2010年12月24日,由于大厅内桌椅有限,许多4S店的销售人员只能在地上整理客户资料。
 4S店销售员韩旭不明白,没车卖了,店里反而搞大装修。

  被摇晕的治堵前夜

  从各种渠道获得消息的人群,从北京市区各处蜂拥而来,在9个小时里,将北京几乎所有4S店和经销商的现车、样车争夺一空。在关切自身利益的公共政策制定中,缺席的民众只能依靠传言与小道消息辨析真假,而事实证明,这些小道消息相当靠谱。

  南都周刊记者_王宏宇 北京报道  摄影_ 刘浚

  出租车从公司门口起步,刚开过第二个红绿灯,就趴在原地一动不动了。从前排的座位望过去,眼前是一片绝望的红色尾灯。

  29岁的柳琪(化名)很熟悉这片红色。从海淀的家里到公司只有4公里,她每天都要路过这里,在红灯里耗费超过半个小时的时光。如果放在以往,她会淡定地掏出一本书看上几十页。但今天绝对不是一个普通的日子。

  柳琪从包里掏出一双布鞋,换下高跟鞋装起来,回过头,冲着后座那几位绝望的主妇,给她们看手表上的数字。她冷冷地说:“现在是12月23日下午4点30分,你们到底是要跟我去4S店把车拿到手,还是坐在这里干耗着?”

  半个小时后,穿着一步裙配布鞋,走了1.5公里的柳琪坐在本田4S店的销售经理面前,把订金单据、身份证和银行卡一字排开,深深吐了一口气,说:“我不管你有车没车。我今天一定要买车。”

  就在两个小时前,北京交通委主任刘小明通过新闻发布会,公布了北京治堵新政,同时宣布,在2010年12月24日凌晨零时之后,北京新售出的车辆,必须采用摇号的办法取得牌照。

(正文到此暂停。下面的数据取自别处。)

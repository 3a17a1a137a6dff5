import { eq } from "drizzle-orm";
import { db, schema } from "@/db";
import { findOutput } from "@/db/queries/print-files";
import { apiRoute, HttpError, idParam, requireApiAccess, requireApiUser } from "@/server/api";
import { openStoredFile, StoredFileError } from "@/server/uploads";

/** RFC 6266 with RFC 5987: a plain ASCII name, and the exact one percent-encoded in UTF-8. */
function contentDisposition(fileName: string): string {
  const ascii = fileName.replace(/[^\x20-\x7e]/g, "_").replace(/["\\]/g, "_");
  return `attachment; filename="${ascii}"; filename*=UTF-8''${encodeURIComponent(fileName)}`;
}

/** Streams a finished print file to a member who may see the print files (print:view). */
export const GET = apiRoute(async (_request, { params }: { params: Promise<{ id: string }> }) => {
  await requireApiUser();
  const id = idParam((await params).id, "print file");
  const output = await findOutput(id);
  if (!output) throw new HttpError(404, "There is no such print file.");
  const [anthology] = await db
    .select({ slug: schema.anthologies.slug })
    .from(schema.anthologies)
    .where(eq(schema.anthologies.id, output.anthologyId));
  if (!anthology) throw new HttpError(404, "There is no such print file.");
  await requireApiAccess(anthology.slug, "print:view");
  if (output.state !== "done" || !output.storageKey || !output.fileName)
    throw new HttpError(409, "This print file is not finished.");
  let body: ReadableStream<Uint8Array>;
  try {
    body = await openStoredFile(output.storageKey);
  } catch (error) {
    if (error instanceof StoredFileError)
      throw new HttpError(502, `The file could not be fetched from storage: ${error.message}.`);
    throw error;
  }
  return new Response(body, {
    headers: {
      "content-type": "application/pdf",
      "content-disposition": contentDisposition(output.fileName),
      ...(output.sizeBytes ? { "content-length": String(output.sizeBytes) } : {}),
      "cache-control": "private, no-store",
    },
  });
});
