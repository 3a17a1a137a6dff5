import "server-only";
import { and, eq } from "drizzle-orm";
import { db, schema } from "@/db";
import { can } from "@/lib/auth/policy";

const m = schema.memberships;
const u = schema.users;

/** Whether this member asked to be e-mailed about each new piece. */
export async function findNotifyNewPieces(anthologyId: number, userId: string): Promise<boolean> {
  const [row] = await db
    .select({ on: m.notifyNewPieces })
    .from(m)
    .where(and(eq(m.anthologyId, anthologyId), eq(m.userId, userId)))
    .limit(1);
  return Boolean(row?.on);
}

/** Sets the member's own choice (the caller has checked they are a member who reviews). */
export async function setNotifyNewPieces(
  anthologyId: number,
  userId: string,
  on: boolean,
): Promise<void> {
  await db
    .update(m)
    .set({ notifyNewPieces: on })
    .where(and(eq(m.anthologyId, anthologyId), eq(m.userId, userId)));
}

/**
 * The members to tell about a new piece: those who opted in and whose role still reviews pieces
 * (a setting left from an editor now a finisher sends nothing), with an address to write to.
 */
export async function newPieceWatchers(anthologyId: number) {
  const rows = await db
    .select({ userId: m.userId, role: m.role, name: u.name, email: u.email })
    .from(m)
    .innerJoin(u, eq(u.id, m.userId))
    .where(and(eq(m.anthologyId, anthologyId), eq(m.notifyNewPieces, true)));
  return rows.flatMap((r) =>
    can(r.role, "pieces:review") && r.email
      ? [{ userId: r.userId, name: r.name, email: r.email }]
      : [],
  );
}
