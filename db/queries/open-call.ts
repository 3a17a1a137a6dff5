import "server-only";
import { and, asc, count, eq, gt, inArray, isNotNull } from "drizzle-orm";
import { db, schema } from "@/db";
import type { AnthologyStage } from "@/lib/domain";
import { isSlug } from "@/lib/slug";
import type { CallRecord } from "@/lib/validations/call";
import type { Anthology } from "./anthologies";

export type CallRow = typeof schema.calls.$inferSelect;

/** The open call of an anthology (each has at most one), or undefined before it is written. */
export async function findCall(anthologyId: number): Promise<CallRow | undefined> {
  const [row] = await db
    .select()
    .from(schema.calls)
    .where(eq(schema.calls.anthologyId, anthologyId))
    .limit(1);
  return row;
}

/** The stored fields of a call row as the shared record type. */
export function toCallRecord(row: CallRow): CallRecord {
  return {
    theme: row.theme,
    brief: row.brief,
    opensAt: row.opensAt,
    closesAt: row.closesAt,
    timeZone: row.timeZone,
    allowedKinds: row.allowedKinds,
    maxRunPages: row.maxRunPages,
    piecesPerPerson: row.piecesPerPerson,
    allowedInks: row.allowedInks,
    feeKind: row.feeKind,
    feeCents: row.feeCents,
    salesShareBasisPoints: row.salesShareBasisPoints,
    shareSplit: row.shareSplit,
    contributorCopies: row.contributorCopies,
    rightsAsked: row.rightsAsked,
  };
}

/** Writes the anthology's call, creating it the first time. */
export async function saveCall(anthologyId: number, record: CallRecord): Promise<CallRow> {
  await db
    .insert(schema.calls)
    .values({ anthologyId, ...record })
    .onDuplicateKeyUpdate({ set: { ...record, updatedAt: new Date() } });
  const row = await findCall(anthologyId);
  if (!row) throw new Error("the call vanished after saving");
  return row;
}

/** A call anyone may read: the anthology has opened it (stage call-open or later). */
export async function findPublishedCall(
  slug: string,
): Promise<{ anthology: Anthology; call: CallRow } | undefined> {
  // Exactly this slug: see findAnthologyBySlug for why the collation is not trusted.
  if (!isSlug(slug)) return undefined;
  const [row] = await db
    .select({ anthology: schema.anthologies, call: schema.calls })
    .from(schema.anthologies)
    .innerJoin(schema.calls, eq(schema.calls.anthologyId, schema.anthologies.id))
    .where(
      and(
        eq(schema.anthologies.slug, slug),
        isNotNull(schema.calls.publishedAt),
        inArray(schema.anthologies.stage, PUBLISHED_STAGES),
      ),
    )
    .limit(1);
  return row?.anthology.slug === slug ? row : undefined;
}

const PUBLISHED_STAGES: AnthologyStage[] = [
  "call-open",
  "call-closed",
  "laying-out",
  "printing",
  "wrapped-up",
];

/** Calls at the "call open" stage that have not reached their closing time, longest published first. */
export async function listOpenCalls(now: Date, limit = 6) {
  return db
    .select({
      slug: schema.anthologies.slug,
      title: schema.anthologies.title,
      pressName: schema.anthologies.pressName,
      theme: schema.calls.theme,
      opensAt: schema.calls.opensAt,
      closesAt: schema.calls.closesAt,
      timeZone: schema.calls.timeZone,
    })
    .from(schema.calls)
    .innerJoin(schema.anthologies, eq(schema.anthologies.id, schema.calls.anthologyId))
    .where(
      and(
        eq(schema.anthologies.stage, "call-open"),
        isNotNull(schema.calls.publishedAt),
        gt(schema.calls.closesAt, now),
      ),
    )
    .orderBy(asc(schema.calls.publishedAt), asc(schema.calls.closesAt))
    .limit(limit);
}

/** Pieces in the book and pieces nobody has read yet, for the stage rules. */
export async function countPiecesForStage(
  anthologyId: number,
): Promise<{ accepted: number; awaitingReview: number }> {
  const rows = await db
    .select({ status: schema.pieces.status, n: count() })
    .from(schema.pieces)
    .where(
      and(
        eq(schema.pieces.anthologyId, anthologyId),
        inArray(schema.pieces.status, ["accepted", "awaiting-review"]),
      ),
    )
    .groupBy(schema.pieces.status);
  const of = (status: string) => Number(rows.find((r) => r.status === status)?.n ?? 0);
  return { accepted: of("accepted"), awaitingReview: of("awaiting-review") };
}

/**
 * Moves the anthology from `from` to `to` if it is still at `from` (two editors pressing at once
 * move it once). Opening the call publishes it; closing it before its closing time brings the
 * closing time forward to now, so the public page says when it really closed.
 */
export async function moveStage(
  anthologyId: number,
  from: AnthologyStage,
  to: AnthologyStage,
  now: Date,
): Promise<boolean> {
  return db.transaction(async (tx) => {
    const [result] = await tx
      .update(schema.anthologies)
      .set({ stage: to })
      .where(and(eq(schema.anthologies.id, anthologyId), eq(schema.anthologies.stage, from)));
    if (result.affectedRows !== 1) return false;
    const [call] = await tx
      .select()
      .from(schema.calls)
      .where(eq(schema.calls.anthologyId, anthologyId))
      .limit(1);
    if (call && to === "call-open" && !call.publishedAt) {
      await tx.update(schema.calls).set({ publishedAt: now }).where(eq(schema.calls.id, call.id));
    }
    if (call && to === "call-closed" && call.closesAt.getTime() > now.getTime()) {
      const openedYet = call.opensAt.getTime() <= now.getTime();
      await tx
        .update(schema.calls)
        .set(openedYet ? { closesAt: now } : { opensAt: now, closesAt: now })
        .where(eq(schema.calls.id, call.id));
    }
    return true;
  });
}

据北京媒体报道,当时刘小明估计,在仅剩的9个小时里,可能会卖出9000辆车,届时北京的机动车总量将达到480万辆。在此后的一年里,北京新增车辆将被严格控制在每月两万辆。

  事实上,通过“摇号”控制车辆上路的传言,早就飞扬在北京上空。2010年11月初,北京两家本地媒体就曾刊登报道,称北京将出台限制牌照措施,其中一家媒体还找到北京市交通委人士“辟谣”,说不会拍卖牌照,但不排除采取摇号等措施。但是,“摇号”一说,很快被北京市交通委人士否认,就连2010年12月13日出台的《北京治堵征求意见稿》也没有相关的条文,这让很多人松了一口气,“摇号”传闻一度销声匿迹。

  赶时间的北京大大小小4S店里的销售经理们,新闻发布会甫一结束,就拿起手机,第一次用短信直播了这个行业年度最重大事件。

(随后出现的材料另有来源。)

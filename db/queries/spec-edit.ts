import "server-only";
/**
 * Changing an anthology's print spec: what the change is weighed against (the page map as it
 * stands, the current file of every page, the call's inks), the change itself in one transaction
 * that holds the anthology row, and the re-checked reports written back with the pieces' verdicts.
 */
import { and, asc, eq, inArray, isNotNull, ne, or, sql } from "drizzle-orm";
import { db, schema } from "@/db";
import type { MapSlot, MapState } from "@/lib/map/types";
import type { SpecReport } from "@/lib/print/check";
import {
  analyseSpecChange,
  keepUnchangedLengths,
  type AnthologySpec,
  type CurrentFile,
  type SpecChange,
} from "@/lib/print/spec-change";
import type { PieceVerdict } from "@/lib/pieces/verdict";
import type { Anthology } from "./anthologies";
import { refreshPieceVerdict } from "./submissions";

type Tx = Parameters<Parameters<typeof db.transaction>[0]>[0];

const a = schema.anthologies;
const s = schema.pageSlots;
const p = schema.pieces;
const pp = schema.piecePages;
const fv = schema.fileVersions;
const ps = schema.pageSeparations;

/** The spec columns of an anthology row. */
export function anthologySpecOf(row: Anthology): AnthologySpec {
  return {
    trimPreset: row.trimPreset,
    trimWidthMm: row.trimWidthMm,
    trimHeightMm: row.trimHeightMm,
    bleedMm: row.bleedMm,
    safeMarginMm: row.safeMarginMm,
    minPpi: row.minPpi,
    printMethod: row.printMethod,
    inks: [...row.inks],
    inksPerPass: row.inksPerPass,
    binding: row.binding,
    pageCountTarget: row.pageCountTarget,
    maxPages: row.maxPages,
    paperGsm: row.paperGsm,
    paperCaliperMm: row.paperCaliperMm,
    coverStock: row.coverStock,
    coverPaperGsm: row.coverPaperGsm,
  };
}

/** The page map as it stands, or null while it has not been laid out (no slots yet). */
async function readMap(tx: Tx, row: Anthology): Promise<MapState | null> {
  const slots: MapSlot[] = (
    await tx
      .select({
        page: s.pageNumber,
        reservation: s.reservation,
        pieceId: s.pieceId,
        piecePageIndex: s.piecePageIndex,
        locked: s.locked,
      })
      .from(s)
      .where(eq(s.anthologyId, row.id))
      .orderBy(asc(s.pageNumber))
  ).map((r) => ({ ...r, reservation: r.reservation ?? null, locked: Boolean(r.locked) }));
  if (slots.length === 0) return null;
  const onMap = [...new Set(slots.flatMap((x) => (x.pieceId === null ? [] : [x.pieceId])))];
  // The map's pieces: accepted ones, and any still placed after leaving "accepted" (as the map shows them).
  const pieces = await tx
    .select({
      id: p.id,
      title: p.title,
      kind: p.kind,
      pageCount: p.pageCount,
      inks: p.inks,
      leftOut: p.leftOut,
      status: p.status,
    })
    .from(p)
    .where(
      and(
        eq(p.anthologyId, row.id),
        onMap.length
          ? or(eq(p.status, "accepted"), inArray(p.id, onMap))
          : eq(p.status, "accepted"),
      ),
    )
    .orderBy(asc(p.id));
  return {
    binding: row.binding,
    pageCount: slots.length,
    maxPages: row.maxPages,
    inksPerPass: row.inksPerPass,
    pressInks: row.inks,
    slots,
    pieces: pieces.map((x) => ({
      id: x.id,
      title: x.title,
      kind: x.kind,
      pageCount: x.pageCount,
      inks: Array.isArray(x.inks) ? x.inks : [],
      leftOut: x.leftOut || x.status !== "accepted",
    })),
  };
}

/** A current file with what the re-check needs to fetch and check it again. */
export type StoredCurrentFile = CurrentFile & {
  /** A spread's pages are checked with their fold side (lib/pieces/submission-rules.ts specForPiece). */
  pieceKind: (typeof schema.pieces.$inferSelect)["kind"];
  storageKey: string;
  mimeType: string;
  verdict: string;
  /** The ink of a separation (checked as that ink's master); null for a composite page file. */
  ink: string | null;
};

/**
 * The current file of every page of every piece not withdrawn, and the current master of every
 * separation, in piece and page order (a page's composite before its separations).
 */
export async function listCurrentFiles(
  anthologyId: number,
  tx: Tx | typeof db = db,
): Promise<StoredCurrentFile[]> {
  const columns = {
    versionId: fv.id,
    pieceId: p.id,
    pieceTitle: p.title,
    pageIndex: pp.pageIndex,
    fileName: fv.fileName,
    mimeType: fv.mimeType,
    storageKey: fv.storageKey,
    pieceInks: p.inks,
    pieceKind: p.kind,
    report: fv.report,
    verdict: fv.verdict,
    ink: fv.ink,
  };
  const separations = await tx
    .select(columns)
    .from(ps)
    .innerJoin(pp, eq(pp.id, ps.piecePageId))
    .innerJoin(p, eq(p.id, pp.pieceId))
    .innerJoin(fv, eq(fv.id, ps.currentVersionId))
    .where(and(eq(p.anthologyId, anthologyId), ne(p.status, "withdrawn")))
    .orderBy(asc(p.id), asc(pp.pageIndex), asc(ps.id));
  const composites = await tx
    .select({
      versionId: fv.id,
      pieceId: p.id,
      pieceTitle: p.title,
      pageIndex: pp.pageIndex,
      fileName: fv.fileName,
      mimeType: fv.mimeType,
      storageKey: fv.storageKey,
      pieceInks: p.inks,
      pieceKind: p.kind,
      report: fv.report,
      verdict: fv.verdict,
      ink: fv.ink,
    })
    .from(pp)
    .innerJoin(p, eq(p.id, pp.pieceId))
    .innerJoin(fv, eq(fv.id, pp.currentVersionId))
    .where(
      and(
        eq(p.anthologyId, anthologyId),
        ne(p.status, "withdrawn"),
        isNotNull(pp.currentVersionId),
      ),
    )
    .orderBy(asc(p.id), asc(pp.pageIndex));
  const rows = [...composites, ...separations].sort(
    (x, y) =>
      x.pieceId - y.pieceId ||
      x.pageIndex - y.pageIndex ||
      Number(x.ink !== null) - Number(y.ink !== null),
  );
  return rows.map((r) => ({
    ...r,
    pieceInks: Array.isArray(r.pieceInks) ? r.pieceInks : [],
    report: r.report as SpecReport,
  }));
}

export type SpecChangeOutcome =
  | { kind: "saved"; change: SpecChange }
  | { kind: "refused"; change: SpecChange }
  | { kind: "needs-confirmation"; change: SpecChange };

/**
 * Weighs a new spec against the anthology as it stands and saves it when nothing is refused and,
 * if something asks for confirmation, the editor confirmed. The anthology row is locked from the
 * reading to the writing, so two editors' changes are weighed one after the other.
 */
export async function changeSpec(
  anthologyId: number,
  wanted: AnthologySpec,
  confirmed: boolean,
): Promise<SpecChangeOutcome> {
  return db.transaction(async (tx) => {
    const [row] = await tx.select().from(a).where(eq(a.id, anthologyId)).for("update");
    if (!row) throw new Error(`anthology ${anthologyId} vanished`);
    const before = anthologySpecOf(row);
    const [call] = await tx
      .select({ allowedInks: schema.calls.allowedInks })
      .from(schema.calls)
      .where(eq(schema.calls.anthologyId, anthologyId));
    const change = analyseSpecChange({
      before,
      after: wanted,
      map: await readMap(tx, row),
      files: await listCurrentFiles(anthologyId, tx),
      callInks: call?.allowedInks ?? null,
    });
    if (change.refused) return { kind: "refused", change };
    if (change.needsConfirmation && !confirmed) return { kind: "needs-confirmation", change };
    await tx.update(a).set(keepUnchangedLengths(before, wanted)).where(eq(a.id, anthologyId));
    return { kind: "saved", change };
  });
}

/** Writes a file version's new report and verdict (after a re-check against a new spec). */
export async function storeReport(versionId: number, report: SpecReport): Promise<void> {
  await db.update(fv).set({ report, verdict: report.verdict }).where(eq(fv.id, versionId));
}

/** Recomputes each piece's verdict from its pages' current files, one piece per transaction. */
export async function refreshPieceVerdicts(
  pieceIds: readonly number[],
): Promise<Map<number, PieceVerdict>> {
  const out = new Map<number, PieceVerdict>();
  for (const pieceId of new Set(pieceIds))
    out.set(
      pieceId,
      await db.transaction(async (tx) => {
        // The piece row first, as every writer takes it.
        await tx.select({ id: p.id }).from(p).where(eq(p.id, pieceId)).for("update");
        return refreshPieceVerdict(tx, pieceId);
      }),
    );
  return out;
}

/** How many pages of the map hold pieces; for the spec screen's summary. */
export async function countPlacedPages(anthologyId: number): Promise<number> {
  const [row] = await db
    .select({ n: sql<number>`COUNT(*)` })
    .from(s)
    .where(and(eq(s.anthologyId, anthologyId), isNotNull(s.pieceId)));
  return Number(row?.n ?? 0);
}

/** How many pages of pieces not withdrawn have a current file; for the spec screen's summary. */
export async function countCurrentFiles(anthologyId: number): Promise<number> {
  const [row] = await db
    .select({ n: sql<number>`COUNT(*)` })
    .from(pp)
    .innerJoin(p, eq(p.id, pp.pieceId))
    .where(
      and(
        eq(p.anthologyId, anthologyId),
        ne(p.status, "withdrawn"),
        isNotNull(pp.currentVersionId),
      ),
    );
  return Number(row?.n ?? 0);
}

  从各种渠道获得消息的人群,从市区各处蜂拥而来,在接下来的时间里,将北京几乎所有4S店和经销商的现车、样车争夺一空。2010年12月24日,新浪汽车频道公布了一份针对30多家4S店的调查,估算出北京在12月23日当晚共售出了10万辆机动车。但不久之后,这则消息悄悄地消失了。

  靠谱的小道消息

  现在回头看,柳琪觉得自己在这半个多月买车过程中的表现,和电影里那些深谙博弈论的天才赌徒相比,毫不逊色。

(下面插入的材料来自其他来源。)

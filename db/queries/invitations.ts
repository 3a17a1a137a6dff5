import "server-only";
import { createHash, randomBytes } from "node:crypto";
import { and, desc, eq, gt, isNull } from "drizzle-orm";
import { db, schema } from "@/db";
import type { Role } from "@/lib/domain";
import {
  acceptanceCheck,
  INVITATION_DAYS,
  invitationState,
  type InvitationState,
} from "@/lib/invitations";
import type { Anthology } from "./anthologies";

const hashToken = (token: string) => createHash("sha256").update(token).digest("hex");

/** Records an invitation; the token comes back once, to be e-mailed, and only its hash is kept. */
export async function createInvitation(
  anthologyId: number,
  inviterId: string,
  email: string,
  role: Role,
): Promise<{ token: string; expiresAt: Date }> {
  const token = randomBytes(24).toString("base64url");
  const expiresAt = new Date(Date.now() + INVITATION_DAYS * 24 * 3600 * 1000);
  await db.insert(schema.invitations).values({
    anthologyId,
    email,
    role,
    tokenHash: hashToken(token),
    invitedBy: inviterId,
    expiresAt,
  });
  return { token, expiresAt };
}

export type InvitationLookup =
  | { state: "valid"; invitation: typeof schema.invitations.$inferSelect; anthology: Anthology }
  | { state: "unknown" | Exclude<InvitationState, "valid"> };

export async function findInvitation(token: string): Promise<InvitationLookup> {
  const [row] = await db
    .select({ invitation: schema.invitations, anthology: schema.anthologies })
    .from(schema.invitations)
    .innerJoin(schema.anthologies, eq(schema.anthologies.id, schema.invitations.anthologyId))
    .where(eq(schema.invitations.tokenHash, hashToken(token)))
    .limit(1);
  if (!row) return { state: "unknown" };
  const state = invitationState(row.invitation, new Date());
  return state === "valid" ? { state, ...row } : { state };
}

export type AcceptOutcome =
  | { ok: true; anthologyId: number; keptRole: Role | null }
  | { ok: false; reason: "unknown" | "other-address" | "unconfirmed" | InvitationState };

/**
 * Accepts an invitation for the signed-in person: only an account whose confirmed address is the
 * invited one, once, while the invitation is neither expired nor revoked. Existing members keep
 * their role.
 */
export async function acceptInvitation(token: string, userId: string): Promise<AcceptOutcome> {
  return db.transaction(async (tx) => {
    const [invitation] = await tx
      .select()
      .from(schema.invitations)
      .where(eq(schema.invitations.tokenHash, hashToken(token)))
      .for("update");
    if (!invitation) return { ok: false, reason: "unknown" };
    const state = invitationState(invitation, new Date());
    if (state !== "valid") return { ok: false, reason: state };
    const [account] = await tx
      .select({ email: schema.users.email, emailVerified: schema.users.emailVerified })
      .from(schema.users)
      .where(eq(schema.users.id, userId));
    const check = acceptanceCheck(
      invitation.email,
      account ?? { email: null, emailVerified: null },
    );
    if (check !== "ok") return { ok: false, reason: check };
    const [existing] = await tx
      .select()
      .from(schema.memberships)
      .where(
        and(
          eq(schema.memberships.anthologyId, invitation.anthologyId),
          eq(schema.memberships.userId, userId),
        ),
      );
    if (!existing) {
      await tx
        .insert(schema.memberships)
        .values({ anthologyId: invitation.anthologyId, userId, role: invitation.role });
    }
    await tx
      .update(schema.invitations)
      .set({ acceptedAt: new Date(), acceptedBy: userId })
      .where(eq(schema.invitations.id, invitation.id));
    return { ok: true, anthologyId: invitation.anthologyId, keptRole: existing?.role ?? null };
  });
}

/** Invitations still waiting for an answer (not accepted, revoked or expired), newest first. */
export async function listPendingInvitations(anthologyId: number) {
  const i = schema.invitations;
  return db
    .select({
      id: i.id,
      email: i.email,
      role: i.role,
      expiresAt: i.expiresAt,
      createdAt: i.createdAt,
      invitedBy: schema.users.name,
    })
    .from(i)
    .leftJoin(schema.users, eq(schema.users.id, i.invitedBy))
    .where(
      and(
        eq(i.anthologyId, anthologyId),
        isNull(i.acceptedAt),
        isNull(i.revokedAt),
        gt(i.expiresAt, new Date()),
      ),
    )
    .orderBy(desc(i.createdAt));
}

/** Revokes a pending invitation of this anthology; false when there was none to revoke. */
export async function revokeInvitation(
  anthologyId: number,
  invitationId: number,
  byUserId: string,
): Promise<boolean> {
  const i = schema.invitations;
  const [result] = await db
    .update(i)
    .set({ revokedAt: new Date(), revokedBy: byUserId })
    .where(
      and(
        eq(i.id, invitationId),
        eq(i.anthologyId, anthologyId),
        isNull(i.acceptedAt),
        isNull(i.revokedAt),
      ),
    );
  return result.affectedRows > 0;
}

  柳琪是典型的北京女孩,生在大院长在大院,最后离开大院,不再属于这个阶层。但她儿时的玩伴,如今不是在这个部委,就是在那个政府部门,就连打球的球友,动辄都能抖出点“某名人是间谍”之类的内幕来。

  在别人看来,这些东西,平时不过是茶余饭后的谈资,听了一笑了之。但柳琪不这么认为,“到关键时刻,你们就知道了。”

  现在就是所谓的“关键时刻”。按柳琪原先的构想,买房是摆在前面的,车是消耗品,“能不买就不买”,直到去年12月初,多个“发小”开始向她“传达”北京治堵方案的一系列措施,而且都非常确定地说:如何摇号限牌,如何限制申请,如何控制外地车进京,都说得有鼻子有眼。事实也证明,这些消息与后来公布的治堵方案,分毫不差。

  这些消息来自多个不同的消息源——提供者分别来自发改委、北京市大小政府部门,甚至军分区,有详细的操作细节,到后来,甚至连具体生效的时间都已经“非常肯定”。

  直到这时候,柳琪心中的天平开始向“买车”一边剧烈倾斜。她决定开始行动:一边把这些消息加上“可能”两个字,告诉每个自己认识的人,一边着手开始看车和咨询贷款事宜。

  2010年12月17日,她订了一辆东风日产的玛驰,但正准备在合同上签名的前几分钟,一个发小传来一个“摇号有可能不实施”的消息,这让柳琪决定,暂时先不买了。

  又等了三四天,确切的“小道”消息又突然增多。不同的线人无一例外地果断催促她,“赶紧买赶紧买”,柳琪一咬牙,向招行提交了贷款申请表。2010年12月21日,她定下了一辆本田飞度。那个时候,本田4S店仍然有现车,但气氛已经有点紧张,晚上7点下班时间,仍然有大群的人簇拥在店里看车,柳琪数了一下,“至少有十几对”。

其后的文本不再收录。